- [About this exercise]: Only the lines from the one with "function requirePlane(spec: Spec, findings: Finding[]): void" to the end of the data below should be returned, each exactly as it stands.

(Exercise inputs begins)

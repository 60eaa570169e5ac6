// Patches in the order of their names, in kilometres and square kilometres, with their attributes for expressions.
import { readQuantity } from '../spec/quantity.ts';
import type { Finding } from '../spec/finding.ts';
import type { Spec } from '../spec/schema/spec.ts';
import type { Patch } from './model.ts';

export interface ResolvedPatches {
  readonly patches: readonly Patch[];
  /** By patch, in the same order. */
  readonly attributes: readonly ReadonlyMap<string, number>[];
  readonly attributeNames: ReadonlySet<string>;
}

type InlinePatch = Spec['patches'][number];

/** Order of names by code units, the same on every machine. */
export function byName(a: { readonly name: string }, b: { readonly name: string }): number {
  return a.name < b.name ? -1 : a.name > b.name ? 1 : 0;
}

export function resolvePatches(spec: Spec, findings: Finding[]): ResolvedPatches {
  refuseRepeats(spec, findings);
  const unitKm = spec.unit === 'm' ? 0.001 : 1;
  if (spec.patches.some((patch) => patch.at !== undefined)) requirePlane(spec, findings);
  const both = spec.patches.map((inline, i) => resolvePatch(inline, { i, unitKm, findings }));
  both.sort((a, b) => byName(a.patch, b.patch));
  const attributeNames = new Set(both.flatMap(({ attributes }) => [...attributes.keys()]));
  return { patches: both.map((one) => one.patch), attributes: both.map((one) => one.attributes), attributeNames };
}

interface PatchContext {
  readonly i: number;
  readonly unitKm: number;
  readonly findings: Finding[];
}

function resolvePatch(inline: InlinePatch, { i, unitKm, findings }: PatchContext) {
  const { name, at, area, capacity, ...others } = inline;
  const areaKm2 = area === undefined ? null : areaOf(area, { i, unitKm, findings });
  const patch: Patch = {
    name,
    at: at === undefined ? null : [at[0] * unitKm, at[1] * unitKm],
    areaKm2,
    capacity: capacity ?? null,
    fileOrder: i,
  };
  const attributes = new Map<string, number>();
  if (areaKm2 !== null) attributes.set('area', areaKm2);
  if (capacity !== undefined) attributes.set('capacity', capacity);
  for (const [key, value] of Object.entries(others)) if (typeof value === 'number') attributes.set(key, value);
  return { patch, attributes };
}

function areaOf(area: number | string, { i, findings }: PatchContext): number | null {
  const read = readQuantity(area, 'area');
  if (read.ok && read.value > 0) return read.value;
  const path = ['patches', i, 'area'];
  if (read.ok) {
    findings.push({
      severity: 'error',
      code: 'out-of-range',
      message: 'A patch has an area above zero',
      path,
      details: { found: String(area), expected: 'such as `140 ha`' },
    });
  } else {
    const { code, message, span, ...details } = read.error;
    findings.push({ severity: 'error', path, code, message, span, details });
  }
  return null;
}

function refuseRepeats(spec: Spec, findings: Finding[]): void {
  const seen = new Map<string, number>();
  spec.patches.forEach(({ name }, i) => {
    const first = seen.get(name);
    if (first === undefined) seen.set(name, i);
    else {
      findings.push({
        severity: 'error',
        code: 'repeated-patch',
        message: `Two patches are called \`${name}\``,
        path: ['patches', i, 'name'],
        details: { found: name, expected: 'a name of its own for every patch' },
      });
    }
  });
}

function requirePlane(spec: Spec, findings: Finding[]): void {
  if (spec.position === undefined) {
    findings.push({
      severity: 'error',
      code: 'missing-position',
      message: 'The patches have places, but `position` does not say what the numbers are',
      path: ['patches'],
      part: 'key',
      details: { expected: '`position: plane` with `unit: km` or `unit: m`' },
    });
  } else if (spec.unit === undefined) {
    findings.push({
      severity: 'error',
      code: 'missing-position',
      message: 'On a plane the `unit` of the places must be said',
      path: ['position'],
      part: 'key',
      details: { expected: '`unit: km` or `unit: m`' },
    });
  }
}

(Exercise inputs ends)

- [Problem solution]:
function requirePlane(spec: Spec, findings: Finding[]): void {
  if (spec.position === undefined) {
    findings.push({
      severity: 'error',
      code: 'missing-position',
      message: 'The patches have places, but `position` does not say what the numbers are',
      path: ['patches'],
      part: 'key',
      details: { expected: '`position: plane` with `unit: km` or `unit: m`' },
    });
  } else if (spec.unit === undefined) {
    findings.push({
      severity: 'error',
      code: 'missing-position',
      message: 'On a plane the `unit` of the places must be said',
      path: ['position'],
      part: 'key',
      details: { expected: '`unit: km` or `unit: m`' },
    });
  }
}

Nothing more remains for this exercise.